Когда Эли забинтовал ему грудь полосками ткани, накормил бульоном и уложил в фургоне, Натан подумал, что это все же лучше, чем умирать от голода и холода в кустах. Ему хотелось верить, что он оказался среди друзей.
Однако кто захочет дружить с трусом, который боится перечить Быку и даже не может убежать от него? – с горечью спросил себя мальчик. Кто захочет помогать такому человеку?
Натан вспомнил слова, сказанные Эли о его дяде. Быка Гейнса здесь ненавидели все, и он их понимал.
Паренек закрыл глаза, поняв, что смертельно устал. Да, ему крепко досталось, однако дело того стоило. Когда Бык заметил, что он спускается с холма вместе с Сарой, и потребовал рассказать, о чем они говорили, Натан не вымолвил ни слова, несмотря на побои, которыми осыпал его дядя. Он предупредил леди, и Ривер ее спрятал. А значит, сегодня ночью старый Бык ее не получит.
Эта мысль показалась ему настолько утешительной, что Натан уснул.
На рассвете Даниель разбудил Сару поцелуем. Она попыталась привлечь его к себе, но он не позволил ей.
– Радость моя, пора вставать.
Сара тихонько застонала, повернулась на бок и закуталась в одеяло.
– Еще не рассвело.
– Да, но я подумал, что ты захочешь вернуться до того, как Эли начнет готовить завтрак.

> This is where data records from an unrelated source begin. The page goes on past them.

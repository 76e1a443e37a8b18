"""Standard enthalpies of formation at 298.15 K of common gas species, with their uncertainty (95 %).

B. Ruscic, D.H. Bross, Active Thermochemical Tables (ATcT) values based on version 1.112 of the Thermochemical Network,
Argonne National Laboratory 2013, https://atct.anl.gov; the method: B. Ruscic et al., J. Phys. Chem. A 108 (2004) 9979,
doi:10.1021/jp047912y. Later versions moved these by less than their uncertainties, most by less than 0.1 kJ/mol (from
memory). Older tables differ: OH was 38.99 (NIST-JANAF 1998) or 39.35 kJ/mol, CH2O -115.90, HO2 2.09, NO 90.29.

A species is looked up by its name and its atoms both: a name alone may be anybody's, atoms alone an isomer's. CH2 is the
triplet ground state.
"""

from collections.abc import Mapping
from functools import cache

from ..mechanism.elements import ATOMIC_MASS, parse_formula
from ..mechanism.model import Species

_KJ_PER_MOL = """
H 217.998 0.000, O 249.229 0.002, N 472.435 0.024, C 716.873 0.057, F 79.374 0.057, Cl 121.302 0.002, Br 111.852 0.056,
I 106.757 0.002, H2 0 0, O2 0 0, N2 0 0, F2 0 0, Cl2 0 0, He 0 0, Ar 0 0, Br2 30.880 0.120, I2 62.417 0.004,
OH 37.501 0.027, H2O -241.822 0.027, HO2 12.270 0.170, H2O2 -135.442 0.064, O3 141.749 0.040, NO 91.089 0.064,
NO2 34.017 0.064, N2O 82.574 0.097, NO3 74.090 0.190, HNO 106.920 0.110, HONO -78.701 0.079, HNO3 -134.160 0.180,
NH 358.790 0.170, NH2 186.050 0.150, NH3 -45.558 0.030, CN 439.970 0.150, HCN 129.291 0.095, HNCO -119.050 0.370,
NCO 127.360 0.390, CO -110.525 0.026, CO2 -393.474 0.015, CH 596.170 0.130, CH2 391.460 0.140, CH3 146.494 0.081,
CH4 -74.534 0.057, HCO 41.830 0.110, CH2O -109.160 0.110, CH2OH -16.100 0.440, CH3O 21.850 0.360, CH3OH -200.700 0.180,
C2H 567.910 0.170, C2H2 228.320 0.150, C2H3 297.270 0.470, C2H4 52.560 0.150, C2H5 119.930 0.370, C2H6 -83.780 0.170,
C3H8 -104.390 0.290, CH3CHO -165.370 0.320, CH2CO -48.570 0.150, C2H5OH -234.570 0.220, C6H6 83.180 0.260,
CH3O2 12.060 0.900, HCl -92.173 0.006, HBr -35.850 0.150, HI 26.470 0.036, HF -272.711 0.057, ClO 101.707 0.035
"""
_OTHER_NAMES = {"HO": "OH", "HOO": "HO2", "HOOH": "H2O2", "HNO2": "HONO", "H2CO": "CH2O", "HCHO": "CH2O", "OCH": "HCO",
                "CH3CH2OH": "C2H5OH", "CH3OO": "CH3O2", "CH2(T)": "CH2", "3CH2": "CH2"}

Reference = tuple[dict[str, int], float, float]


@cache
def _table() -> Mapping[str, Reference]:
    rows = [row.split() for row in _KJ_PER_MOL.split(",")]
    known = {name.upper(): (parse_formula(name, ATOMIC_MASS), 1e3 * float(H), 1e3 * float(u)) for name, H, u in rows}
    return known | {other.upper(): known[name.upper()] for other, name in _OTHER_NAMES.items()}


def reference(species: Species) -> tuple[float, float] | None:
    """ΔfH°(298.15 K) and its uncertainty [J/mol]; None for a species that the table does not have."""
    found = _table().get(species.name.upper())
    if found is None or species.charge or dict(species.composition) != found[0]:
        return None
    return found[1], found[2]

Сара тут же села, вспомнив, где находится! Даниель сидел на корточках и улыбался, глядя на нее.
– Ты по утрам всегда такая хорошенькая или в этом виновата прошедшая ночь?
Он погладил ее волосы, рассыпавшиеся по плечам.
Сара вспыхнула.
– Ты видишь меня каждое утро, – пробормотала она.

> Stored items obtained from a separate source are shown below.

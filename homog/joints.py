"""Condensed joints: what the small solid where walls meet adds to plain walls that run to a point.

A joint and the halves of its n walls are one element, its nodes (tips) at the middles of the walls. Its flexibility
(forces on tips 1 to n - 1, tip 0 held) is that of n Timoshenko half walls that meet at a point, plus a correction,

    F = F_walls + T' Delta T,        weight = F^-1

where T carries tip forces to the point. Delta belongs to the joint alone: what a solid star of walls is more flexible
than the same star of beams. Loaded at its cuts by the stresses of plain walls, it does not depend on where it is cut
(Saint-Venant), scales as 1/E with lengths in t, is linear in nu (Michell 1899: the stresses in a plane body without
holes do not depend on it), and varies smoothly with the angles. So it is computed once on Chebyshev points of ln
tan(gap/2) (`scripts/make_joint_tables.py`) and interpolated; shapes that no table has are computed on demand
(`joint_solid`).
"""

from __future__ import annotations

import dataclasses
import functools
import itertools
from collections.abc import Callable, Sequence
from dataclasses import dataclass
from importlib import resources
from typing import Any, NamedTuple

import numpy as np
from numpy.typing import NDArray

from homog import spatial_joints
from homog.cell import Block, Status, UnitCell
from homog.errors import InputError
from homog.section import arms_of, corner_cuts
from homog.stars import carried, star_of
from homog.tensors import inverted

Array = NDArray[np.float64]
Mask = NDArray[np.bool_]

TABLES = "joint_tables.npz"
MATCH_TOLERANCE = 1e-9
"""Gaps (rad) and thickness ratios of a joint that a shape reproduces within this are that shape's."""
SAME = 1e-12
"""Joints whose gaps, thicknesses, lengths and moduli agree within this (relative) are computed once."""
NEAR = 0.5
"""Plain wall between the inner corners of neighbouring joints, in thicknesses, below which they feel each other. Below
none the joints overlap and the model fails: moduli come out wrong by any factor, even negative."""
MOST_ON_DEMAND = 200
PLAIN_WALL = ("thickness", "modulus", "poisson")


# tables ----------------------------------------------------------------------------------------------------------


@dataclass(frozen=True)
class Shape:
    """Joints of one pattern: n walls whose gaps and thicknesses follow from a few coordinates.

    `gaps(coordinates (k, ...))` and `thickness` (over that of wall 0) give the joint, `coordinates(gaps, thickness)` is
    the way back, exact if the joint has the pattern. The range of each coordinate is cut at `edges` into pieces with so
    many Chebyshev `points` each: where two walls come to lie in line, or another wall becomes the thickest, an inner
    corner turns into an outer one and the correction has a kink.
    """

    name: str
    walls: int
    edges: tuple[tuple[float, ...], ...]
    points: tuple[tuple[int, ...], ...]
    gaps: Callable[[Array], list[Any]]
    thickness: Callable[[Array], list[Any]]
    coordinates: Callable[[Array, Array], list[Any]]

    def pieces(self) -> list[tuple[int, ...]]:
        """Return the number of the piece along each coordinate, of every piece of the table."""
        return list(itertools.product(*(range(len(points)) for points in self.points)))

    def span(self, piece: tuple[int, ...]) -> list[tuple[float, float, int]]:
        """Return low and high end and number of points along each coordinate of a piece."""
        return [(e[i], e[i + 1], p[i]) for e, p, i in zip(self.edges, self.points, piece, strict=True)]

    def outside(self, u: Array) -> Mask:
        """Return where coordinates (k, b) are outside the table's range, (b,)."""
        low, high = (np.array([edges[i] for edges in self.edges])[:, None] for i in (0, -1))
        return np.asarray(~((u >= low - MATCH_TOLERANCE) & (u <= high + MATCH_TOLERANCE)).all(axis=0))


def _open(gap: Any) -> Any:
    """The coordinate of a gap: ln tan(gap/2)."""
    return np.log(np.tan(gap / 2.0))


def _gap(coordinate: Any) -> Any:
    return 2.0 * np.arctan(np.exp(coordinate))


def _forked(gap: Any) -> list[Any]:
    return [gap, TURN - 2.0 * gap, gap]


def _span(low_deg: float, high_deg: float) -> tuple[float, float]:
    return float(_open(np.radians(low_deg))), float(_open(np.radians(high_deg)))


FORK, CROSS, ELBOW = _span(9.0, 176.0), _span(14.0, 90.0), _span(9.0, 178.0)
NARROW, WIDE = _span(7.0, 80.0), _span(9.0, 162.0)
RATIO = float(np.log(2.6))
TURN = 2.0 * np.pi

SHAPES = (
    # a stem (wall 0) between two arms, all equal: honeycombs
    Shape("even-fork", 3, ((FORK[0], 0.0, FORK[1]),), ((20, 24),),
          lambda u: _forked(_gap(u[0])),
          lambda u: [1.0 + 0.0 * u[0]] * 3, lambda g, t: [_open(g[0])]),
    # a stem of twice the arms' thickness; the corners pass its round end at 120 and 150 degrees
    Shape("double-fork", 3, ((FORK[0], 0.0, *_span(120.0, 150.0), FORK[1]),), ((16, 12, 12, 16),),
          lambda u: [_gap(u[0]), TURN - 2.0 * _gap(u[0]), _gap(u[0])],
          lambda u: [1.0 + 0.0 * u[0], 0.5 + 0.0 * u[0], 0.5 + 0.0 * u[0]], lambda g, t: [_open(g[0])]),
    # a stem (wall 0) of another thickness between two equal arms
    Shape("fork", 3, ((FORK[0], 0.0, FORK[1]), (-RATIO, 0.0, RATIO)), ((14, 16), (8, 8)),
          lambda u: _forked(_gap(u[0])),
          lambda u: [1.0 + 0.0 * u[1], np.exp(u[1]), np.exp(u[1])],
          lambda g, t: [_open(g[0]), np.log(t[1] / t[0])]),
    # two straight walls that cross: square, kagome
    Shape("cross", 4, (CROSS,), ((18,),),
          lambda u: [_gap(u[0]), np.pi - _gap(u[0])] * 2, lambda u: [1.0 + 0.0 * u[0]] * 4,
          lambda g, t: [_open(g[0])]),
    # six equal walls: triangular
    Shape("hexad", 6, (), (), lambda u: [np.pi / 3.0] * 6, lambda u: [1.0] * 6, lambda g, t: []),
    # two pairs on one axis: arrowhead
    Shape("pairs", 4, (NARROW, WIDE), ((18,), (20,)),
          lambda u: [_gap(u[0]), _gap(u[1]), _gap(u[0]), TURN - 2.0 * _gap(u[0]) - _gap(u[1])],
          lambda u: [1.0 + 0.0 * u[0]] * 4, lambda g, t: [_open(g[0]), _open(g[1])]),
    # two walls at an angle
    Shape("elbow", 2, (ELBOW,), ((40,),), lambda u: [_gap(u[0]), TURN - _gap(u[0])],
          lambda u: [1.0 + 0.0 * u[0]] * 2, lambda g, t: [_open(np.minimum(g[0], g[1]))]),
)  # fmt: skip


@functools.cache
def _tables() -> dict[str, Array]:
    """Return the Chebyshev coefficients of every piece, (2, s, s, points...): Delta = A + nu B."""
    with resources.files("homog").joinpath(TABLES).open("rb") as file, np.load(file) as tables:
        return dict(tables)


def table_name(shape: Shape, piece: tuple[int, ...]) -> str:
    """Return the name of a piece in the file of tables."""
    return "-".join([shape.name, *map(str, piece)])


def chebyshev(u: Array, low: float, high: float, points: int) -> Array:
    """Return the Chebyshev polynomials T_0 to T_(points-1) (points, ...) at coordinates u (...) of a range."""
    x = (2.0 * u - low - high) / (high - low)
    T = np.ones((points, *np.shape(x)))
    if points > 1:
        T[1] = x
    for k in range(2, points):
        T[k] = 2.0 * x * T[k - 1] - T[k - 2]
    return T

– Но не так рано. – А жаль, черт побери, подумал Даниель.
Она долго смотрела в его глаза, в рассветных сумерках казавшиеся совсем светлыми, а потом отвернулась. Застегивая платье, Сара невольно вспомнила, как Даниель расстегивал его накануне. Слава Богу, что она спала в платье. Правда, теперь оно было сильно измято…

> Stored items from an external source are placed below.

def test_every_test_is_asked_of_every_desk_model_kind_level_and_span(reviewed):
    results = reviewed.record.results
    tests = [key for key, test in battery.TESTS.items() if isinstance(test, SampleTest)]
    asked = results[results["test"].isin(tests)]
    # two desks have the reported model and four of ours, the short one the reported model alone; each sample is asked
    # how often, when (two tests) and, with a PIT or without, two tests of its tail
    assert len(asked) == (2 * 5 + 1) * 2 * len(LEVELS) * 2 * 5


def test_the_manifest_names_inputs_models_desks_and_seed(reviewed):
    manifest = reviewed.record.manifest
    assert [(i["role"], i["rows"]) for i in manifest["inputs"]] == [("pnl", 1722), ("reported", 3440)]
    assert [m["name"] for m in manifest["models"]] == list(MODELS)
    assert {name: desk["days"] for name, desk in manifest["desks"].items()} == {
        "House": DAYS, "Lumber": DAYS, "Wool": SHORT_DAYS,
    }  # fmt: skip
    assert (manifest["seeds"], manifest["as_of"]) == ({"study": 11}, f"{calendar()[-1]:%Y-%m-%d}")


# reported and own forecasts


def test_reported_rows_are_kept_as_reported(reviewed, tables):
    kept = reviewed.record.forecasts.query("status == 'as reported'")
    columns = [*KEY, "var", "es"]
    given = tables["reported.csv"].sort_values(["desk", "model", "level", "date"], ignore_index=True)[columns]
    pd.testing.assert_frame_equal(kept[columns].reset_index(drop=True), given, check_dtype=False, rtol=1e-12)
    assert kept["origin"].isna().all()


def test_a_run_forecasts_what_the_verb_forecasts(reviewed, tables):
    alone = backtest.forecast(tables["pnl.csv"], models=MODELS, levels=LEVELS, window=WINDOW)
    pd.testing.assert_frame_equal(own(reviewed.record), alone, check_exact=True)


def test_the_historical_model_repeats_the_banks_own(reviewed):
    """The bank's method is the model's: they agree but for the days on which the bank knew a restated value early."""
    forecasts = reviewed.record.forecasts.query("desk == 'Lumber' and level == 0.99").set_index("date")
    ours = forecasts.query("model == 'historical'")["var"]
    theirs = forecasts.query("model == 'HS-250'")["var"]
    assert len(ours) == DAYS - WINDOW
    early = (ours.index > calendar()[RESTATED]) & (ours.index <= calendar()[KNOWN])
    np.testing.assert_allclose(ours[~early], theirs.reindex(ours.index)[~early], rtol=1e-9)


def test_a_desk_too_short_for_the_window_is_judged_on_its_reported_forecasts_alone(reviewed):
    record = reviewed.record
    assert set(record.forecasts.query("desk == 'Wool'")["model"]) == {"HS-250"}
    rows = record.results.query("desk == 'Wool'")
    assert set(rows["model"]) == {"HS-250"}
    assert set(rows.query("test == 'binomial'")["days"]) == {SHORT_DAYS}
    assert set(rows.query("test == 'binomial'")["decision"]) <= {"rejected", "not rejected"}
    assert set(record.bridge.query("desk == 'Wool'")["note"]) == {"not tested: history"}


# results


def test_exceptions_of_a_result_are_counted_from_the_tables(reviewed):
    record = reviewed.record
    both = record.forecasts.merge(record.pnl, on=["date", "desk"])
    both = both[(both["date"] >= calendar()[-250]) & (both["level"] == 0.975)]
    counted = (-both["actual"] > both["var"]).groupby([both["desk"], both["model"]]).sum()
    rows = record.results.query("test == 'binomial' and pnl_kind == 'actual' and level == 0.975")
    rows = rows[rows["from"] >= f"{calendar()[-250]:%Y-%m-%d}"].drop_duplicates(["desk", "model"])
    assert len(rows) == 11
    for row in rows.itertuples():
        assert row.exceptions == counted[row.desk, row.model]


def test_results_of_a_run_are_those_of_the_verb(alone):
    record = alone.record
    ours = record.results[~record.results["test"].str.startswith(("sufficient", "basel"))].reset_index(drop=True)
    theirs = backtest.judge(record.pnl, own(record), simulations=199, seed=11, days=[250, "all"])
    theirs = theirs[theirs["test"] != "basel-zone"].reset_index(drop=True)
    assert len(ours) == 4 * 2 * 2 * 5 + 3 * 2 * 2  # models x levels x spans x tests, and the comparisons with one
    text = ours.select_dtypes("str").columns
    pd.testing.assert_frame_equal(ours[text], theirs[text].fillna(""), check_dtype=False)
    rest = ours.columns.difference(text)
    pd.testing.assert_frame_equal(ours[rest], theirs[rest], check_dtype=False, rtol=1e-12)


def test_the_firm_has_a_zone_and_a_study_without_one_says_so(reviewed, alone):
    (zone,) = reviewed.record.results.query("test == 'basel-zone'").itertuples()
    assert (zone.desk, zone.model, zone.level, zone.days, zone.decision) == ("House", "HS-250", 0.99, 250, "green")
    assert alone.record.results.query("test == 'basel-zone'")["decision"].tolist() == ["not tested"]


def test_both_values_of_a_restated_day_are_kept(reviewed, tables):
    day = calendar()[RESTATED]
    kept = reviewed.record.pnl.query("desk == 'Lumber'").set_index("date")
    values = tables["pnl.csv"].query("desk == 'Lumber' and date == @day").set_index("known_on")["hypothetical"]
    assert kept.loc[day, "hypothetical"] == values[calendar()[KNOWN]]
    assert kept.loc[day, "first_known_hypothetical"] == values[day]
    assert kept["first_known_hypothetical"].notna().sum() == 1


def test_the_log_holds_every_exception_of_the_reported_model(reviewed):
    record = reviewed.record
    both = record.forecasts.query("model == 'HS-250'").merge(record.pnl, on=["date", "desk"])
    both = both[(-both["hypothetical"] > both["var"]) | (-both["actual"] > both["var"])]
    expected = set(zip(both["date"], both["desk"], strict=True))
    assert set(zip(record.exceptions["date"], record.exceptions["desk"], strict=True)) == expected
    assert len(record.exceptions) == len(expected) > 20


# the bridge


def test_the_bridge_goes_from_the_reported_to_the_last_challenger_on_shared_days(reviewed):
    rows = reviewed.record.bridge.query("desk == 'House' and level == 0.975 and pnl_kind == 'hypothetical'")
    assert rows[["step", "model"]].to_numpy().tolist() == [
        ["reported", "HS-250"],
        ["longer window", "historical 500"],
        ["plus filter", "filtered-historical 500"],
        ["plus tail", "conditional-evt 500"],
    ]
    assert set(rows["days"]) == {DAYS - 500}
    table = reviewed.record.forecasts.query("desk == 'House' and level == 0.975")
    for row in rows.itertuples():
        var = table[(table["model"] == row.model) & (table["date"] >= calendar()[500])]["var"]
        assert row.average_var == pytest.approx(var.mean(), rel=1e-12)


def test_a_study_without_a_reported_model_has_a_bridge_that_starts_at_historical(alone):
    assert alone.said.code == 0
    steps = alone.record.bridge.query("level == 0.99")["step"].tolist()
    assert steps == ["longer window", "plus filter", "plus tail"]
    assert not len(alone.record.exceptions)
    assert "no reported VaR was supplied" in alone.said.out


# what changes nothing, and what is cut off


def test_the_number_of_workers_changes_nothing(reviewed):
    again = run_by_command(reviewed.study, "--workers", 2)
    assert again.folder != reviewed.folder
    assert_same(again.record, reviewed.record)
    times = {"started", "finished", "files"}
    assert {k: v for k, v in again.record.manifest.items() if k not in times} == {
        k: v for k, v in reviewed.record.manifest.items() if k not in times
    }
    files = [{n: f["sha256"] for n, f in ran.record.manifest["files"].items()} for ran in (again, reviewed)]
    assert files[0] == files[1]


def test_the_cut_off_leaves_out_all_that_is_later(tables, tmp_path):
    """A run as of a day is the run of an extract that ends there, restatements not yet known included."""
    cut = calendar()[RESTATED + 2]
    text = QUICK.replace("[review]", f"[review]\nas_of = {cut:%Y-%m-%d}")
    whole = run_by_command(write_study(tmp_path / "whole", tables, text)).record
    short = {name: t[t["date"] <= cut] for name, t in tables.items()}
    short["pnl.csv"] = short["pnl.csv"].query("known_on <= @cut")
    ended = run_by_command(write_study(tmp_path / "ended", short, QUICK)).record
    for table in (whole.pnl, whole.forecasts, whole.fits, whole.exceptions):
        assert table["date"].max() <= cut
    assert whole.forecasts["date"].max() == cut
    assert whole.results["to"].max() == f"{cut:%Y-%m-%d}"
    assert_same(whole, ended, ("forecasts", "fits", "results", "exceptions", "bridge"))
    pd.testing.assert_frame_equal(whole.pnl.drop(columns="known_on"), ended.pnl.drop(columns="known_on"))
    assert {"after-cut-off", "known-after-cut-off"} <= set(whole.remarks["rule"])


@pytest.mark.parametrize("place", [RESTATED + 3, KNOWN + 1])
def test_no_forecast_of_a_run_learns_from_its_own_day_or_later(reviewed, tables, tmp_path, place):
    """All P&L from a day on becomes noise, what was restated later is dropped: no forecast up to that day moves."""
    day, pnl = calendar()[place], tables["pnl.csv"]
    before = pnl[pnl["known_on"] < day]
    later = pnl[(pnl["date"] >= day) & (pnl["known_on"] == pnl["date"])].copy()
    noise = np.random.default_rng(place).standard_cauchy((len(later), 2))
    later[["hypothetical", "actual"]] = (1e4 * noise).round(2)
    files = tables | {"pnl.csv": pd.concat([before, later])}
    other = run_by_command(write_study(tmp_path, files, QUICK)).record
    columns = [*KEY, "origin", "var", "es", "mean", "sigma", "shape", "scale", "threshold", "status"]
    ours, theirs = (
        r.forecasts[r.forecasts["date"] <= day].sort_values(KEY)[columns].reset_index(drop=True)
        for r in (reviewed.record, other)
    )
    assert len(ours) > 2000
    pd.testing.assert_frame_equal(ours, theirs, check_exact=True)
    fits = [
        r.fits[r.fits["date"] <= day].sort_values(["desk", "date"], ignore_index=True) for r in (reviewed.record, other)
    ]
    pd.testing.assert_frame_equal(*fits, check_exact=True)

Даниель шумно выдохнул. Сара подняла глаза и увидела, что он встал.
– Давай вернемся, пока я не решил, что ты слишком хорошенькая.
Он опустил глаза, и Сара быстро одернула подол. Впрочем, беспокоиться было не о чем: казалось, его интересуют не ее ноги, а одеяло. Он не глядя передал ей ботинки, и она начала торопливо обуваться, гадая, что могло изменить его настроение.
– Вставай, – велел он. – Мне нужно скатать постель.
Она нахмурилась.
– Тебе не терпится поскорее избавиться от меня? А еще говорил, что я слишком хорошенькая…
Даниель рискнул посмотреть на нее. Пока она застегивала ботинки, ее стройные лодыжки оставались на виду. Вспомнив длинные белые ноги, скрывавшиеся под измятым подолом, и то, как они обвивали его тело, он отвернулся и начал искать шляпу.
– И готов повторить то же самое. Сходи в кустики, а потом я провожу тебя к фургону.
Сара усмехнулась и отправилась выполнять его приказание. Даниель долго смотрел ей вслед.
– Сплошное искушение, – пробормотал он себе под нос.
Что ей сказать? – думал Даниель, скатывая постель. За ночь он принял решение, но не рискнул сообщить его Саре, потому что боялся услышать отказ.